# What is this thingy?



## My Potatoes (May 8, 2013)

I was at a chainsaw safety talk a couple of months ago. As tends to be the case, we were give a few freebies.
This one item baffles me. I think they said it's to alert you when your mobile/cell phone rings while you're working with your saw. But I've no idea how to use it! It contain a small battery, by the way.

Any ideas? 

I hope my photo attachment works.


----------



## ATH (May 8, 2013)

???
How big is that...no scale in the picture.

I assume the top unscrews?

Is the metal thing on the string just a crimp to hold the ends together?


----------



## Stihlofadeal64 (May 8, 2013)

It looks like a modern Jee-haw-whimmer diddle. I can't say that I've seen one that nice though. Those safety people sure do know where to find'em. Around these parts they are made with wood, and a propeller on one end. But it might be something else...others will be along in a little bit...:help:


----------



## joezilla11 (May 9, 2013)

just pour your whiskey in it and be done with it!


----------



## ChainFinn (May 9, 2013)

Some time ago, in earlier nineties we had small keychain thingys, that flashed or vibrated while they were CLOSE the phone, like if you had yourr cell phone in your inner pocket, and the keychain thingy in your jackets chest pocket zipper, they gave an blinking light via raido signal or something.....


----------



## Stayalert (May 9, 2013)

I don't know what it is but I would def. clip it to my harness in case I needed it...


----------



## B Harrison (May 9, 2013)

I does look like it would hold just enough shine to give a man the extra grit needed to drop one into a tight spot.


----------



## husabud (May 10, 2013)

It's a tiny humidor to keep your weeds in.


----------



## My Potatoes (May 10, 2013)

ATH said:


> ???
> How big is that...no scale in the picture.
> 
> I assume the top unscrews?
> ...



Sorry, some scale would help!
It's about two inches longs, about one third of an inch in diameter. The RHS end screws off, and contains one small watch-type battery. The piece with Oregon stamped on it is just a small piece of glass.

Yes, the metal thing on the string is just a crimp.

It does look like a keyring, but that string is weak enough. If it didn't have a battery in it, I would assume it's just a keyring.

Maybe it's like in The Simpsons where Homer is talking about inventions: "You should have just taken an existing product and put a clock on it or something."
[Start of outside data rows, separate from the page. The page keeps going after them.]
"""Reading the registers."""

from __future__ import annotations

import pytest

from labrecords.models import User
from labrecords.queries.history import sentences_about
from labrecords.queries.instrument import calibrations_of, records_using
from labrecords.queries.register import counts, instruments, people, substances, titrant_lots, titrants
from labrecords.queries.standard import standards_found, standards_in_use
from labrecords.services.instrument import withdraw_calibration, withdraw_instrument
from tests.factories.bench import Bench, approved_standardization, started_run
from tests.factories.people import signed_by
from tests.factories.register import (
    calibrated,
    days_ago,
    phthalate,
    some_calibration,
    some_standard,
    some_substance,
)

pytestmark = pytest.mark.django_db


def test_substances_are_found_by_name_and_formula(supervisor: User) -> None:
    alkali, khp = some_substance(supervisor), phthalate(supervisor)
    assert list(substances()) == [khp, alkali]
    assert list(substances(q="HYDROX")) == [alkali]
    assert list(substances(q="c8h5")) == [khp]
    assert list(substances(q="%")) == []


def test_instruments_carry_the_last_day_of_their_calibration(bench: Bench) -> None:
    assert [item.identifier for item in instruments(day=days_ago(0))] == ["B-07", "P-10", "W-01"]
    (burette,) = instruments(day=days_ago(0), kind="burette")
    assert burette.due_on == days_ago(-335)
    assert instruments(day=days_ago(31)).get(identifier="B-07").due_on is None


def test_instruments_do_not_count_a_withdrawn_calibration(bench: Bench) -> None:
    by = bench.supervisor
    withdraw_calibration(bench.burette.calibrations.get(), by=by, credentials=signed_by(by), reason="wrong weights")
    assert instruments(day=days_ago(0)).get(identifier="B-07").due_on is None


def test_standards_found_shows_a_lapsed_lot_as_expired(bench: Bench) -> None:
    assert standards_found(day=days_ago(0), state="in use").get() == bench.standard
    later = days_ago(-601)
    assert not standards_found(day=later, state="in use").exists()
    assert standards_found(day=later, state="expired").get() == bench.standard


def test_standards_in_use_leaves_out_quarantine(bench: Bench) -> None:
    khp = bench.standard.substance
    some_standard(bench.analyst, khp, number="KHP-26-02")
    assert list(standards_in_use(khp, day=days_ago(0))) == [bench.standard]
    assert list(standards_found(day=days_ago(0), q="l2609")) != []


def test_titrant_lots_show_a_lapsed_lot_as_expired(bench: Bench) -> None:
    assert titrant_lots(day=days_ago(0), state="quarantined").get() == bench.lot
    assert titrant_lots(day=days_ago(-60), state="expired", q="naoh").get() == bench.lot
    assert not titrant_lots(day=days_ago(-60), state="quarantined").exists()


def test_titrants_count_their_lots(bench: Bench) -> None:
    assert titrants(q="0.1").get().lot_count == 1


def test_people_are_found_by_either_name(analyst: User, auditor: User) -> None:
    assert list(people(q="castell")) == [analyst]
    assert list(people(q="RLIND")) == [auditor]


def test_counts_of_every_register(bench: Bench) -> None:
    known = counts()
    assert (known["substance"], known["instrument"], known["standard"], known["titrant_lot"]) == (2, 3, 1, 1)
    assert known["user"] == 3


def test_calibrations_of_an_instrument_load_no_files(bench: Bench, django_assert_num_queries) -> None:
    some_calibration(bench.burette, by=bench.supervisor, calibrated_on=days_ago(2))
    with django_assert_num_queries(1):
        found = calibrations_of(bench.burette)
        assert [item.calibrated_on for item in found] == [days_ago(2), days_ago(30)]


def test_records_using_an_instrument_newest_first(bench: Bench) -> None:
    standardization = approved_standardization(bench)
    run = started_run(bench)
    assert [use.run or use.standardization for use in records_using(bench.burette)] == [run, standardization]


def test_history_of_an_instrument_tells_of_its_calibrations(supervisor: User) -> None:
    burette = calibrated(supervisor)
    withdraw_instrument(burette, by=supervisor, reason="the tip is broken")
    told = sentences_about(burette, parts=calibrations_of(burette))
    assert [line.sentence for line in told] == [
        "recorded instrument B-07",
        "calibrated instrument B-07",
        "withdrew instrument B-07",
    ]
    assert (told[2].actor, told[2].reason) == ("Maren Okafor", "the tip is broken")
"You should have just taken an existing product and put a battery in it or something."


----------



## sgreanbeans (May 10, 2013)

I know what that is! Its one of those E-Verb thingys that they put on the crab boats in case they take on water, cept its for climbers, if you get lost in the tree, it will tell others where to find you.


----------



## Carburetorless (May 14, 2013)

It's a step down device. You put it to your ear and pretend you're talking on your cell while up in the tree, sort of like a piece of nicarette gum for cell junkies.


----------



## flushcut (May 14, 2013)

Ear plug case.


----------



## Carburetorless (May 15, 2013)

flushcut said:


> Ear plug case.



A battery operated ear plug case?


----------



## Philbert (May 15, 2013)

Could it be one of these (?):

Bailey's - Tiny Tester - Alcohol Content Tester

A spark tester?

Termite or deer tick sample holder?

Philbert


----------



## flushcut (May 16, 2013)

Carburetorless said:


> A battery operated ear plug case?



That's right an ear plug case.


----------



## ramzilla (May 16, 2013)

First thoughts were pill holder but having a battery in it no clue.


----------



## Philbert (May 16, 2013)

So, I'm thinking that this has nothing to do with chainsaws, but just some cheap schwag that someone silkscreened 'Oregon' on as a give-away. Like a lot of that other cheap advertising stuff we get: frisbees, letter openers, flashlights that don't work, . . . ?

Philbert


----------



## Grouchy old man (May 16, 2013)

> I think they said it's to alert you when your mobile/cell phone rings while you're working with your saw.



Ok, let's think about this. Could it be a strobe or bright LED that links to your phone via Bluetooth? When the phone rings it flashes? I could really use that because my ringtone is one of Stihl's chainsaw ringtones.:msp_biggrin:


----------



## Carburetorless (May 16, 2013)

flushcut said:


> That's right an ear plug case.



A battery operated ear plug case?


----------



## BC WetCoast (May 16, 2013)

Lube it up, stuff it up your ### and then it vibrates when your phone rings. The string is to retrieve it at the end of the day.


----------



## Carburetorless (May 17, 2013)

BC WetCoast said:


> Lube it up, stuff it up your ### and then it vibrates when your phone rings. The string is to retrieve it at the end of the day.



Always read the directions. :msp_rolleyes:


----------



## JRepairsK70e (May 17, 2013)

1st day you lube it ....2nd day you swallow it ,,then alternate as ness till the batt dies [ whats your cell #??]:msp_biggrin:


----------



## flushcut (May 18, 2013)

Carburetorless said:


> A battery operated ear plug case?



The point I am trying to make here C-less is that it does not matter what it is really but what it can be used for. Sooo ear plug case.


----------



## Philbert (May 18, 2013)

Capture lightning bugs . . . . .?


----------



## ClimbMIT (May 18, 2013)

It is fantastic marketing! You get it for free and it looks nice so you want to use it right. So ask someone or just post in AS! done. Now everyone is looking at it thinking WTF is this? What can this be? Every time you look at it you see the word, "Oregon"! Oregon is embedded in your mind now! I would definitely never leave the house without it now.


----------



## tramp bushler (May 19, 2013)

Well, you could put it next to your cell phone, call your phone and see if it does anything?


----------



## smokey01 (May 20, 2013)




----------



## derwoodii (May 20, 2013)

Its not some kinda of torch advert light?? gimmick?? Does the battery power a small LED often you'll need to pull a clear tab away so it can contact and work.


----------



## derwoodii (May 24, 2013)

ok been a week

[video=youtube;ETN9eNOA6vw]http://www.youtube.com/watch?v=ETN9eNOA6vw[/video]


----------



## derwoodii (May 27, 2013)

Deghnise said:


> Ear plug case.



hmm a could be but eeeeew clear sided to see all your ear wax goblins :msp_w00t:


----------